Fig. 7. Vertebrae of Eusthenopteron (×1) and Ichthyostega (×2/3, after Jarvik, 1952), Trimerorhachis (×1-1/2, after Case), and Amphibamus (×10, after Watson, 1940) in lateral and end views; the two lower right-hand figures are from Watson (1940, as Miobatrachus); the lower left is from a cast of the "Miobatrachus" specimen in Chicago Natural History Museum, No. 2000, in the presacral region (original, ×10).

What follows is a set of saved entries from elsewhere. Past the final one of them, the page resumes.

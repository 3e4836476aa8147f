"""Outlines found in the image: the body's cross-section (or a cold insert's) in a plane.

Method (phantometry's own)
--------------------------
From a point inside the region, rays are cast in the plane every ``360 / n_rays`` degrees and
the image is sampled along them every 1 mm, or a quarter voxel when finer (trilinear;
on an original slice this is bilinear within the slice). The edge on a ray is where the
profile crosses ``level`` (half the background: the 50 % point of a blurred step lies on the
edge for a symmetric point response), by linear interpolation between samples:

* ``outward`` (a body): the *outermost* crossing, so cold or hot inserts inside do not count;
* ``first`` (a cold insert): the first crossing from below to above the level.

The radii are median-filtered over five neighbouring rays (noise). The outline is then a
star-shaped polygon about the ray origin: a point is inside when its distance from the origin
is at most the outline radius in its direction; the distance to the edge is the distance to
the nearest outline point (a k-d tree over the outline densified to 0.25 mm).

Samples outside the image grid count as below the level, so a body cut by the edge of the
field of view has its outline there.
"""

from __future__ import annotations

import math
from dataclasses import dataclass, field

import numpy as np
from scipy import ndimage
from scipy.spatial import cKDTree

from .volume import Volume

#: Largest sampling step along a ray, mm (a quarter of the smallest voxel spacing when finer).
RAY_STEP_MM = 1.0


@dataclass
class Outline:
    """A closed outline in a plane, star-shaped about ``origin_mm``.

    Attributes
    ----------
    origin_mm : world mm of the ray origin (in the plane).
    u_dir, v_dir : orthonormal in-plane directions (world).
    angles_rad : ray angles, ascending in [0, 2 pi), measured from ``u_dir`` towards ``v_dir``.
    radii_mm : outline radius along each ray (NaN where no edge was found).
    """

    origin_mm: np.ndarray
    u_dir: np.ndarray
    v_dir: np.ndarray
    angles_rad: np.ndarray
    radii_mm: np.ndarray
    _tree: cKDTree | None = field(default=None, repr=False)

    @property
    def valid(self) -> bool:
        return bool(np.all(np.isfinite(self.radii_mm)))

    def local(self, points_mm: np.ndarray) -> np.ndarray:
        """In-plane coordinates (..., 2), mm, of world points (orthogonal projection)."""
        rel = np.asarray(points_mm, float) - self.origin_mm
        return np.stack([rel @ self.u_dir, rel @ self.v_dir], axis=-1)

    def points_local(self) -> np.ndarray:
        """Outline vertices (n, 2) in the local in-plane coordinates."""
        return np.c_[self.radii_mm * np.cos(self.angles_rad), self.radii_mm * np.sin(self.angles_rad)]

    def points_world(self) -> np.ndarray:
        xy = self.points_local()
        return self.origin_mm + xy[:, :1] * self.u_dir + xy[:, 1:] * self.v_dir

    def radius_at(self, angles_rad: np.ndarray) -> np.ndarray:
        """Outline radius in given directions (periodic linear interpolation)."""
        return np.interp(np.mod(angles_rad, 2 * np.pi), self.angles_rad, self.radii_mm, period=2 * np.pi)

    def _kdtree(self) -> cKDTree:
        if self._tree is None:
            xy = self.points_local()
            closed = np.r_[xy, xy[:1]]
            seg = np.diff(closed, axis=0)
            n_sub = np.maximum(1, np.ceil(np.hypot(seg[:, 0], seg[:, 1]) / 0.25).astype(int))
            dense = np.concatenate([p + np.linspace(0, 1, n, endpoint=False)[:, None] * s for p, s, n in zip(closed[:-1], seg, n_sub)])
            self._tree = cKDTree(dense)
        return self._tree

    def signed_distance_local(self, xy: np.ndarray, cap_mm: float = np.inf) -> np.ndarray:
        """Distance (mm) of local points (..., 2) to the outline: positive inside, negative outside.

        Distances beyond ``cap_mm`` come out as +-inf (faster when only near points matter).
        """
        xy = np.asarray(xy, float)
        dist, _ = self._kdtree().query(xy.reshape(-1, 2), distance_upper_bound=cap_mm)
        dist = dist.reshape(xy.shape[:-1])
        rho = np.hypot(xy[..., 0], xy[..., 1])
        inside = rho <= self.radius_at(np.arctan2(xy[..., 1], xy[..., 0]))
        return np.where(inside, dist, -dist)

    def signed_distance(self, points_mm: np.ndarray, cap_mm: float = np.inf) -> np.ndarray:
        """Distance (mm) of world points (projected onto the plane) to the outline, positive inside
        (+-inf beyond ``cap_mm``)."""
        return self.signed_distance_local(self.local(points_mm), cap_mm)

    def disc_inside_fraction(self, centres_mm: np.ndarray, diameter_mm: float, n_samples: int = 2000) -> np.ndarray:
        """Fraction of the area of discs (world centres (n, 3), in the plane) inside the outline.

        Exactly 1 (0) when the disc lies wholly inside (outside) by its centre's distance to
        the outline; otherwise the fraction of ``n_samples`` area-uniform points of the disc
        (a sunflower lattice) that fall inside.
        """
        c = self.local(np.asarray(centres_mm, float).reshape(-1, 3))
        r = 0.5 * float(diameter_mm)
        d = self.signed_distance_local(c)
        out = np.where(d >= r, 1.0, np.where(d <= -r, 0.0, np.nan))
        todo = np.flatnonzero(np.isnan(out))
        if todo.size:
            i = np.arange(n_samples) + 0.5
            rho = r * np.sqrt(i / n_samples)
            th = i * math.pi * (3.0 - math.sqrt(5.0))
            offs = np.c_[rho * np.cos(th), rho * np.sin(th)]
            pts = c[todo][:, None, :] + offs[None]
            rr = np.hypot(pts[..., 0], pts[..., 1])
            inside = rr <= self.radius_at(np.arctan2(pts[..., 1], pts[..., 0]))
            out[todo] = inside.mean(axis=1)
        return out

    def area_centroid_local(self) -> tuple[float, np.ndarray]:
        """Area (mm^2) and area centroid (local mm) of the outline polygon (shoelace formula)."""
        return polygon_area_centroid(self.points_local())


def polygon_area_centroid(xy: np.ndarray) -> tuple[float, np.ndarray]:
    """Area and area centroid of a simple closed polygon (n, 2) (shoelace formula; mathematics)."""
    x, y = xy[:, 0], xy[:, 1]
    xn, yn = np.roll(x, -1), np.roll(y, -1)
    cross = x * yn - xn * y
    area = 0.5 * float(cross.sum())
    if abs(area) < 1e-12:
        return 0.0, xy.mean(axis=0)
    cx = float(((x + xn) * cross).sum()) / (6.0 * area)
    cy = float(((y + yn) * cross).sum()) / (6.0 * area)
    return abs(area), np.array([cx, cy])


def find_outline(
    volume: Volume,
    origin_mm: np.ndarray,
    u_dir: np.ndarray,
    v_dir: np.ndarray,
    level: float,
    max_radius_mm: float,
    *,
    n_rays: int = 720,
    mode: str = "outward",
    min_radius_mm: float = 0.0,
) -> Outline:
    """The outline about ``origin_mm`` in the plane spanned by ``u_dir``, ``v_dir`` (module notes).

    Parameters
    ----------
    level : the edge level, Bq/mL (half the background).
    max_radius_mm : how far the rays reach.
    mode : ``outward`` (outermost crossing; a body) or ``first`` (first rise above the
        level; a cold insert around the origin).
    min_radius_mm : ``first`` mode: crossings nearer than this are ignored.

    Returns
    -------
    Outline with NaN radii on rays without a crossing.
    """
    u = np.asarray(u_dir, float)
    v = np.asarray(v_dir, float)
    o = np.asarray(origin_mm, float)
    theta = np.arange(n_rays) * 2 * np.pi / n_rays
    step = min(RAY_STEP_MM, 0.25 * float(np.min(volume.spacing_mm)))
    r = np.arange(0.0, max_radius_mm + step / 2, step)
    dirs = np.cos(theta)[:, None] * u + np.sin(theta)[:, None] * v  # (n, 3)
    pts = o + r[None, :, None] * dirs[:, None, :]
    idx = volume.world_to_index(pts).reshape(-1, 3).T
    vals = ndimage.map_coordinates(volume.data, idx, order=1, mode="constant", cval=0.0, prefilter=False).reshape(pts.shape[:-1])
    vals = np.nan_to_num(vals, nan=0.0)
    above = vals >= level
    radii = np.full(n_rays, np.nan)
    rows = np.arange(n_rays)
    if mode == "outward":
        has = above.any(axis=1)
        last = r.size - 1 - np.argmax(above[:, ::-1], axis=1)  # last sample at or above the level
        ok = has & (last < r.size - 1)
        i = last[ok]
        a, b = vals[rows[ok], i], vals[rows[ok], i + 1]
        radii[ok] = r[i] + step * (a - level) / np.where(a - b > 0, a - b, 1.0)
    elif mode == "first":
        start = int(np.searchsorted(r, min_radius_mm))
        sub = above[:, start:]
        has = sub.any(axis=1)
        first = start + np.argmax(sub, axis=1)
        ok = has & (first > 0)
        i = first[ok]
        a, b = vals[rows[ok], i - 1], vals[rows[ok], i]
        radii[ok] = r[i - 1] + step * (level - a) / np.where(b - a > 0, b - a, 1.0)
    else:  # pragma: no cover - a programming error
        raise ValueError(f"unknown outline mode {mode!r}")
    if np.isfinite(radii).all():
        radii = ndimage.median_filter(radii, size=5, mode="wrap")
    return Outline(o, u, v, theta, radii)


def radius_profile(xy: np.ndarray, centre: np.ndarray, n_bins: int = 360) -> np.ndarray:
    """Radius (mm) of a closed outline (n, 2) about ``centre`` at ``n_bins`` equally spaced angles
    (the outline must be star-shaped about the centre)."""
    rel = np.asarray(xy, float) - np.asarray(centre, float)
    ang = np.mod(np.arctan2(rel[:, 1], rel[:, 0]), 2 * np.pi)
    rad = np.hypot(rel[:, 0], rel[:, 1])
    order = np.argsort(ang)
    grid = (np.arange(n_bins) + 0.5) * 2 * np.pi / n_bins
    return np.interp(grid, ang[order], rad[order], period=2 * np.pi)


def match_profiles(found: np.ndarray, model: np.ndarray) -> tuple[float, float]:
    """Rotation (radians) that best turns ``model`` into ``found`` (two radius profiles on the
    same angle grid): ``found(theta) ~ model(theta - phi)``; circular cross-correlation by FFT
    with a parabolic sub-bin refinement. Returns (phi, RMS residual in mm at phi)."""
    n = len(found)
    f = found - found.mean()
    m = model - model.mean()
    corr = np.real(np.fft.ifft(np.fft.fft(f) * np.conj(np.fft.fft(m))))
    k = int(np.argmax(corr))
    y0, y1, y2 = corr[(k - 1) % n], corr[k], corr[(k + 1) % n]
    den = y0 - 2 * y1 + y2
    frac = 0.5 * (y0 - y2) / den if den < 0 else 0.0
    phi = (k + frac) * 2 * np.pi / n
    grid = (np.arange(n) + 0.5) * 2 * np.pi / n
    shifted = np.interp(np.mod(grid - phi, 2 * np.pi), grid, model, period=2 * np.pi)
    rms = float(np.sqrt(np.mean((found - shifted) ** 2)))
    return float(phi), rms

Fig. 7, lower right, is Watson's (1940) illustration of the anterior trunk vertebrae of Amphibamus (Miobatrachus), in which the intercentrum is shown as a single median piece. Fig. 7, lower left, shows two of the more posterior trunk vertebrae seen as impressions in a cast of the type of "Miobatrachus romeri;" evidently the inter-centra were paired at about the level of the 16th vertebra, and relatively large. Gregory's (1950) figure of the type specimen of "Mazonerpeton" (also equivalent to Amphibamus) shows the anterior trunk vertebrae in relation to the ribs essentially as they appear to me in the cast of Miobatrachus, and rather differently from Watson's figure of the latter. Gregory is probably right in considering the specimens to represent various degrees of immaturity. So far as present information goes, then, the vertebrae of salamanders and frogs show no clear evidence of derivation from those of any particular group among the early Amphibia, but their features are not inconsistent with a simplification of the pattern of Temnospondyli.
Fig. 8. Pectoral girdles of Protobatrachus (after Piveteau, 1937), Notobatrachus (after Stipanicic and Reig, 1956), Ascaphus (after Ritland, 1955 a) and Rana (original); all ×2. For explanation of abbreviations see Fig. 3.